** Opening SOURCE MATERIAL block **

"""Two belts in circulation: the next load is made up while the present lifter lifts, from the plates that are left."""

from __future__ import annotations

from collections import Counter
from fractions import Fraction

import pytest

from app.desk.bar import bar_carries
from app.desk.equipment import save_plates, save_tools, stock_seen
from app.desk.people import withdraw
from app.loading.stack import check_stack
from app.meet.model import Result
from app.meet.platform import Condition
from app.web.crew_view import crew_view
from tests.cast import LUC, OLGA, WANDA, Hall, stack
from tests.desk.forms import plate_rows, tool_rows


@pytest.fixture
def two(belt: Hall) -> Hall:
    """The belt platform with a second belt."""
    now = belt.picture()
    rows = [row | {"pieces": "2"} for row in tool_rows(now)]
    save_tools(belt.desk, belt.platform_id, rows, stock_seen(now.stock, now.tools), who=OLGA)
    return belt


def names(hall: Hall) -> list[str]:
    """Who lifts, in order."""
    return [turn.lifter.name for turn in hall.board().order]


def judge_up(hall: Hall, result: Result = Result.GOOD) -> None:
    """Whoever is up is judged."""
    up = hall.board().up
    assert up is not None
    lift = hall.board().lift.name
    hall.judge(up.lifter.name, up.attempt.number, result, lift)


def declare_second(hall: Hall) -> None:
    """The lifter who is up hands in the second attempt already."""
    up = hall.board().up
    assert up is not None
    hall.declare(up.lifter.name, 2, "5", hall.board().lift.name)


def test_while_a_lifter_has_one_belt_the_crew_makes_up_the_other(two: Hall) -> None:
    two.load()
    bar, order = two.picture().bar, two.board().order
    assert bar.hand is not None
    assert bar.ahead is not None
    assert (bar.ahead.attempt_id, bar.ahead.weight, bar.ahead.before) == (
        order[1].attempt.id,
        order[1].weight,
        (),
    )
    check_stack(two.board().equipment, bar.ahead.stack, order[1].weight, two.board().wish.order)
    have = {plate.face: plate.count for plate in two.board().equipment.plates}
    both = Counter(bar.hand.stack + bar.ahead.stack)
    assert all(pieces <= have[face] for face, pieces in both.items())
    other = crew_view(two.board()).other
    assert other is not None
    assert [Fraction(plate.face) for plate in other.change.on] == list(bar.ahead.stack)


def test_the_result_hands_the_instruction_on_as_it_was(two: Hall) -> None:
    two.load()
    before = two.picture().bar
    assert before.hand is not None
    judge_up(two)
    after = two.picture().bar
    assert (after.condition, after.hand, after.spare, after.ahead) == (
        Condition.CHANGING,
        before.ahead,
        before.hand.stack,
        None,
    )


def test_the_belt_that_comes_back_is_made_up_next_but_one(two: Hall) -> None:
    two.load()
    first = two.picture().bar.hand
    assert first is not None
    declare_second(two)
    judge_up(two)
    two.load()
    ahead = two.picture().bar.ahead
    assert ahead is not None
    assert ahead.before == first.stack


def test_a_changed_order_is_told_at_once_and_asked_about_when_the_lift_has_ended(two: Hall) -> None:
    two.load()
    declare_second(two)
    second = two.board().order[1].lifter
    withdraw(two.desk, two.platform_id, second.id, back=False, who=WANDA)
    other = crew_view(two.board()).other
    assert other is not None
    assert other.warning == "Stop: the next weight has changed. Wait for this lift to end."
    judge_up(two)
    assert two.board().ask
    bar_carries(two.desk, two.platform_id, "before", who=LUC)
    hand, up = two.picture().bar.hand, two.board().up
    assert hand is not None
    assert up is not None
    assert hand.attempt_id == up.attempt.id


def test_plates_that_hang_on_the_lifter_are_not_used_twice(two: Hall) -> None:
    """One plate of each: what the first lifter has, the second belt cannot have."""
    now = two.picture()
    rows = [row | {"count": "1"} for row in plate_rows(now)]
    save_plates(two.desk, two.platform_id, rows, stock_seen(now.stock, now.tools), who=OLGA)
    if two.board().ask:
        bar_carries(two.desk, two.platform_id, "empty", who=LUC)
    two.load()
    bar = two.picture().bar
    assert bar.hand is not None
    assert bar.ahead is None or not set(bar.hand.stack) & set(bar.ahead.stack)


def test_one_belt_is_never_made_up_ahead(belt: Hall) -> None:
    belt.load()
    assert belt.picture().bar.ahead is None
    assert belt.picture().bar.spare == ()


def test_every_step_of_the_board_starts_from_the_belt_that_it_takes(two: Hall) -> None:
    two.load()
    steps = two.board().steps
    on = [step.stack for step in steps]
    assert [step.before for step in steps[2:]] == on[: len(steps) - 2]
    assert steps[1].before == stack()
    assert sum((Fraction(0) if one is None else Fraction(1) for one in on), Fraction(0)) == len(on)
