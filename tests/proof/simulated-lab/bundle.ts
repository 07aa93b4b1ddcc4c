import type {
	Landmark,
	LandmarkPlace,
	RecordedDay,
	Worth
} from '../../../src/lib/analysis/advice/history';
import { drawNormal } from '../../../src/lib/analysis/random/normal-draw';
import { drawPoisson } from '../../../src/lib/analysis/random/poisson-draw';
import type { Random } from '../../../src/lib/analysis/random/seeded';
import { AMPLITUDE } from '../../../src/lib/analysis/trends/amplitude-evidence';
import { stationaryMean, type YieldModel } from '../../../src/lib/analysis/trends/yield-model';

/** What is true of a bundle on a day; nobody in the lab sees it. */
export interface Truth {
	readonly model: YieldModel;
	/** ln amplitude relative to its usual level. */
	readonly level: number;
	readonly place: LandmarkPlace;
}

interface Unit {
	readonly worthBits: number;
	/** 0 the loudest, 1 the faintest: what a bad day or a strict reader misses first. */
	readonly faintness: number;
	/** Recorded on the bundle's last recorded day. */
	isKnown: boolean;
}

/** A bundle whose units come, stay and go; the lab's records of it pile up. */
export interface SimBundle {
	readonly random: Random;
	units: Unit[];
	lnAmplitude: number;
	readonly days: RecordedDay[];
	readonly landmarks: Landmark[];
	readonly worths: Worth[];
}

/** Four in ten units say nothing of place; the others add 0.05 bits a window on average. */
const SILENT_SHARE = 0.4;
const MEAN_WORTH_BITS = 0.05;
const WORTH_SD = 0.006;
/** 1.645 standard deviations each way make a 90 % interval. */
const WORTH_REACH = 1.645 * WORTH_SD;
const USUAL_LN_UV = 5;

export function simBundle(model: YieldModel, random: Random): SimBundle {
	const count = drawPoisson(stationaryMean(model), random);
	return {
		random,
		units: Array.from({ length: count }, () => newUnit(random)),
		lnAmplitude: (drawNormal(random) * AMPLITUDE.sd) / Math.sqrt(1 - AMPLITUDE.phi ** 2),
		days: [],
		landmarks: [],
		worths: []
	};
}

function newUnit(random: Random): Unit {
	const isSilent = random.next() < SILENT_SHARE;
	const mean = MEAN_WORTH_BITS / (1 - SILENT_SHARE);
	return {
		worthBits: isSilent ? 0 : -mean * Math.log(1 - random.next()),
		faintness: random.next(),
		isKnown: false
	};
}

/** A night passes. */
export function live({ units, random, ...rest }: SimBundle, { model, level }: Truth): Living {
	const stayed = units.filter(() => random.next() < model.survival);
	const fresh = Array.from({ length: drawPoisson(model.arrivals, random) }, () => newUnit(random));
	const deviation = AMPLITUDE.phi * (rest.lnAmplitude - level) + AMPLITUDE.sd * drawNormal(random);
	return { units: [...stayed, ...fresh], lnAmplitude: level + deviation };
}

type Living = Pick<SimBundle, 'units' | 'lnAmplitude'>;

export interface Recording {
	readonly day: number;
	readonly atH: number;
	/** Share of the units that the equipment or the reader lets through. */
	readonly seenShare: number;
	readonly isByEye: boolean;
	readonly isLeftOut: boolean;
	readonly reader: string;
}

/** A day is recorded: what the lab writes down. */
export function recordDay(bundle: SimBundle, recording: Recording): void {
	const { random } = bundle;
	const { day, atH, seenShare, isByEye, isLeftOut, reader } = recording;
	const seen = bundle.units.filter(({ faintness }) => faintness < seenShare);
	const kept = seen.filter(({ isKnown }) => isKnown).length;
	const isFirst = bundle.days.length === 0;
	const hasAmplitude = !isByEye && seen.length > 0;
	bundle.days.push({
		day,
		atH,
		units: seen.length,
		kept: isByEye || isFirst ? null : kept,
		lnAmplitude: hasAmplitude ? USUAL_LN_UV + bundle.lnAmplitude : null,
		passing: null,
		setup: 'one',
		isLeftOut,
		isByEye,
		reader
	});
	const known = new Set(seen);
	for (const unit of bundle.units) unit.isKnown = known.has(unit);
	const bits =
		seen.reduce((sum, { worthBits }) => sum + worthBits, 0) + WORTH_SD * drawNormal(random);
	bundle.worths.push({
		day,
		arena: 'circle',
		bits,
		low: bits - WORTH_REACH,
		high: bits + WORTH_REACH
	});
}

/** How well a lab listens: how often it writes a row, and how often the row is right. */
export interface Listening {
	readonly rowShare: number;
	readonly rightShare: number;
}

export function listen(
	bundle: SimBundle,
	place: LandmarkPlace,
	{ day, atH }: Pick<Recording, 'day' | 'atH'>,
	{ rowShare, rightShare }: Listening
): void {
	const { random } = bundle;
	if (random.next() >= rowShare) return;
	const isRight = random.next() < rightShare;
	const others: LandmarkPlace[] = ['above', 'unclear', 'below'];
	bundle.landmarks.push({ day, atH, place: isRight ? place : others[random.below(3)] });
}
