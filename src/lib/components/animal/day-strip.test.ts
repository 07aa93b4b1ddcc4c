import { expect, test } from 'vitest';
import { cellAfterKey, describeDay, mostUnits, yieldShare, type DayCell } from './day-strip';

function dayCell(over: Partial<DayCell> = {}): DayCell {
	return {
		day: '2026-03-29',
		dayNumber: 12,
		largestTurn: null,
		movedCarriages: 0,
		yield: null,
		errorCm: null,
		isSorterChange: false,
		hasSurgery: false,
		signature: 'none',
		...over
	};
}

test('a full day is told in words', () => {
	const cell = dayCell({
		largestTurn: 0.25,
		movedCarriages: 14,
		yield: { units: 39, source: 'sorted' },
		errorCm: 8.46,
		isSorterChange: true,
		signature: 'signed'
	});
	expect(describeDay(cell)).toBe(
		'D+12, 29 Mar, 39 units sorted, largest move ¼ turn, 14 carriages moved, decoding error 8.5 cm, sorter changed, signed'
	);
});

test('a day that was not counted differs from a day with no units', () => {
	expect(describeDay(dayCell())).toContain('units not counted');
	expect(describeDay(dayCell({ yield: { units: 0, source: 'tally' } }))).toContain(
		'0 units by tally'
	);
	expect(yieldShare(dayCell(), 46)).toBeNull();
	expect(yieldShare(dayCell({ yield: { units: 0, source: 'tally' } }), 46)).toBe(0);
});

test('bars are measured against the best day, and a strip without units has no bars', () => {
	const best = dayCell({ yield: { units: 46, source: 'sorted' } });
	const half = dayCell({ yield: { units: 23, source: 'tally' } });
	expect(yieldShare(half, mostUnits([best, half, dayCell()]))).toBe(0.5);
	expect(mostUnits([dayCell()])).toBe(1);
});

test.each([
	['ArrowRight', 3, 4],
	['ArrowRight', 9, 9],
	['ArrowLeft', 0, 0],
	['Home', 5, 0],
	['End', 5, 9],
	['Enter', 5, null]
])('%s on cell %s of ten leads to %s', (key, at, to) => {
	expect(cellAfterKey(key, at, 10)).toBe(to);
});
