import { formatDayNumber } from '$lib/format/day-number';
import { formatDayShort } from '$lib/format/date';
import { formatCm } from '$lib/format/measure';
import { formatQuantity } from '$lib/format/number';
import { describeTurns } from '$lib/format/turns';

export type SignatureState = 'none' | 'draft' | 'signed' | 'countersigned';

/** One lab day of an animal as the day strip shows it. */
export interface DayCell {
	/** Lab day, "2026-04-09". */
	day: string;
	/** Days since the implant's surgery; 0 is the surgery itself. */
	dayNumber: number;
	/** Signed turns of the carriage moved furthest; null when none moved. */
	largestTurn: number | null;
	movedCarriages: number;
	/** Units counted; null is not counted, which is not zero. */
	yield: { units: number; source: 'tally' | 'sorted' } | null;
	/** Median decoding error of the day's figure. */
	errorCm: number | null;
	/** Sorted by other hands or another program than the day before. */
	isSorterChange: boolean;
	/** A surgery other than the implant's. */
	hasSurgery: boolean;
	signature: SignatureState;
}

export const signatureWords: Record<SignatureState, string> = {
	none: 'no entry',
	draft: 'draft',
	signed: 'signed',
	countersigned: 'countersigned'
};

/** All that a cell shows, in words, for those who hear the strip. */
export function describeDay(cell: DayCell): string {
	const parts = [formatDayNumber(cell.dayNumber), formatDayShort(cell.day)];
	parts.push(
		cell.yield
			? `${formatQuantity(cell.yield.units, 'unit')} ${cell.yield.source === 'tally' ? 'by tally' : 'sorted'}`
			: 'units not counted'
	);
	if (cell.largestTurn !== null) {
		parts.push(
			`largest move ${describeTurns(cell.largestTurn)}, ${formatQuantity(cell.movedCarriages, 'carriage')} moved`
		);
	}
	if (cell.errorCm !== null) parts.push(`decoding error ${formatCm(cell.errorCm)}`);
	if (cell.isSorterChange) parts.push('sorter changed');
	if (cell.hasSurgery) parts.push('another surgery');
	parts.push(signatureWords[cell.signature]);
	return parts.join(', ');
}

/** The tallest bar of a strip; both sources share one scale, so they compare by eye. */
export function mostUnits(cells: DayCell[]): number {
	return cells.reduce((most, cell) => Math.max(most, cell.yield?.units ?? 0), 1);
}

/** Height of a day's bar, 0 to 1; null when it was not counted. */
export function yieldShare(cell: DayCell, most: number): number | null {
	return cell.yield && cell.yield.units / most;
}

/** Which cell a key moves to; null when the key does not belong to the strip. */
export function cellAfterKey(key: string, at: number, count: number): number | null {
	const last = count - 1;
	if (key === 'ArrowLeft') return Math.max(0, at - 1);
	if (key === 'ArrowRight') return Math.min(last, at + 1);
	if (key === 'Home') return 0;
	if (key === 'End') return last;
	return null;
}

** Closing SOURCE MATERIAL block **
** Opening SOURCE MATERIAL block **

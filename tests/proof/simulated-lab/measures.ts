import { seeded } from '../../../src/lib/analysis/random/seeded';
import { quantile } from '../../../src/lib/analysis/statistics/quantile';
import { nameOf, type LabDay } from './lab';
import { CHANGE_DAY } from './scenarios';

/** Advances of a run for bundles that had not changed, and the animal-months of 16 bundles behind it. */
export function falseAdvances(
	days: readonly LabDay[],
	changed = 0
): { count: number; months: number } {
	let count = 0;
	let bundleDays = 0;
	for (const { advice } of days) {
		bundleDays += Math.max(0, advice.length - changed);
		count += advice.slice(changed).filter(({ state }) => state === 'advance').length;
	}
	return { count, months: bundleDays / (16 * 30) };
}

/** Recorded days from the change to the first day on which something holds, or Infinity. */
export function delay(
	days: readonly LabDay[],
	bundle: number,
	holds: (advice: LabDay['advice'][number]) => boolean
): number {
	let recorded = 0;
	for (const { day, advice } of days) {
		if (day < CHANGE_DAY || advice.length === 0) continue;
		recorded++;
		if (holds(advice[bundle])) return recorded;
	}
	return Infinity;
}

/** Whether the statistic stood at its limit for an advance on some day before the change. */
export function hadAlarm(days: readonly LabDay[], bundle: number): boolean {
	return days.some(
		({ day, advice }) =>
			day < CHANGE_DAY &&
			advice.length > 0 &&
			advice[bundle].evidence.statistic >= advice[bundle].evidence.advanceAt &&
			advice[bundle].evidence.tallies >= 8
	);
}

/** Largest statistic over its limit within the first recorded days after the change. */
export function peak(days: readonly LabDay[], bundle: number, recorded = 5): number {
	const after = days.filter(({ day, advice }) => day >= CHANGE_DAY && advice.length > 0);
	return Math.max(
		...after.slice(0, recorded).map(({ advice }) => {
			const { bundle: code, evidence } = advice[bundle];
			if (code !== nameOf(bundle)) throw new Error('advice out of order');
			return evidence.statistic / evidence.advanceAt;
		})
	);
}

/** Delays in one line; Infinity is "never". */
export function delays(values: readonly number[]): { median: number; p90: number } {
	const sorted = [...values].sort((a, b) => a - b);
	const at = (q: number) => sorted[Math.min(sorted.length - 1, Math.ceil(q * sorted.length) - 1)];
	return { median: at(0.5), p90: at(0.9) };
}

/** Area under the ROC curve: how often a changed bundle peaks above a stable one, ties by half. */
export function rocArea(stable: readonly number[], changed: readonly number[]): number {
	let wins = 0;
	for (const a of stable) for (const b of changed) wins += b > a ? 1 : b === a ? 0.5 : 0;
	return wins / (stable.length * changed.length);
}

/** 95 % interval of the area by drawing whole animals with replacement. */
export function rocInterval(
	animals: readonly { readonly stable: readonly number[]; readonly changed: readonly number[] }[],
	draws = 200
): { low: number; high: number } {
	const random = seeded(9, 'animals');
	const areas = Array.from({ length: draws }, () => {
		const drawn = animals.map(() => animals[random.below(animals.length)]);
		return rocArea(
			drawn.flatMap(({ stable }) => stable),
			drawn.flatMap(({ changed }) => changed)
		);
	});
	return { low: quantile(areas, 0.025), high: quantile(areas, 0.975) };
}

** Closing SOURCE MATERIAL block **

_EXERCISE REQUIREMENTS_. Give only the lines from the one holding "in circulation: the" through the one holding "hall.judge(up.lifter.name, up.attempt.number, result, lift)", each restated exactly as it appears above.

_TASK RESULT_.
"""Two belts in circulation: the next load is made up while the present lifter lifts, from the plates that are left."""

from __future__ import annotations

from collections import Counter
from fractions import Fraction

import pytest

from app.desk.bar import bar_carries
from app.desk.equipment import save_plates, save_tools, stock_seen
from app.desk.people import withdraw
from app.loading.stack import check_stack
from app.meet.model import Result
from app.meet.platform import Condition
from app.web.crew_view import crew_view
from tests.cast import LUC, OLGA, WANDA, Hall, stack
from tests.desk.forms import plate_rows, tool_rows


@pytest.fixture
def two(belt: Hall) -> Hall:
    """The belt platform with a second belt."""
    now = belt.picture()
    rows = [row | {"pieces": "2"} for row in tool_rows(now)]
    save_tools(belt.desk, belt.platform_id, rows, stock_seen(now.stock, now.tools), who=OLGA)
    return belt


def names(hall: Hall) -> list[str]:
    """Who lifts, in order."""
    return [turn.lifter.name for turn in hall.board().order]


def judge_up(hall: Hall, result: Result = Result.GOOD) -> None:
    """Whoever is up is judged."""
    up = hall.board().up
    assert up is not None
    lift = hall.board().lift.name
    hall.judge(up.lifter.name, up.attempt.number, result, lift)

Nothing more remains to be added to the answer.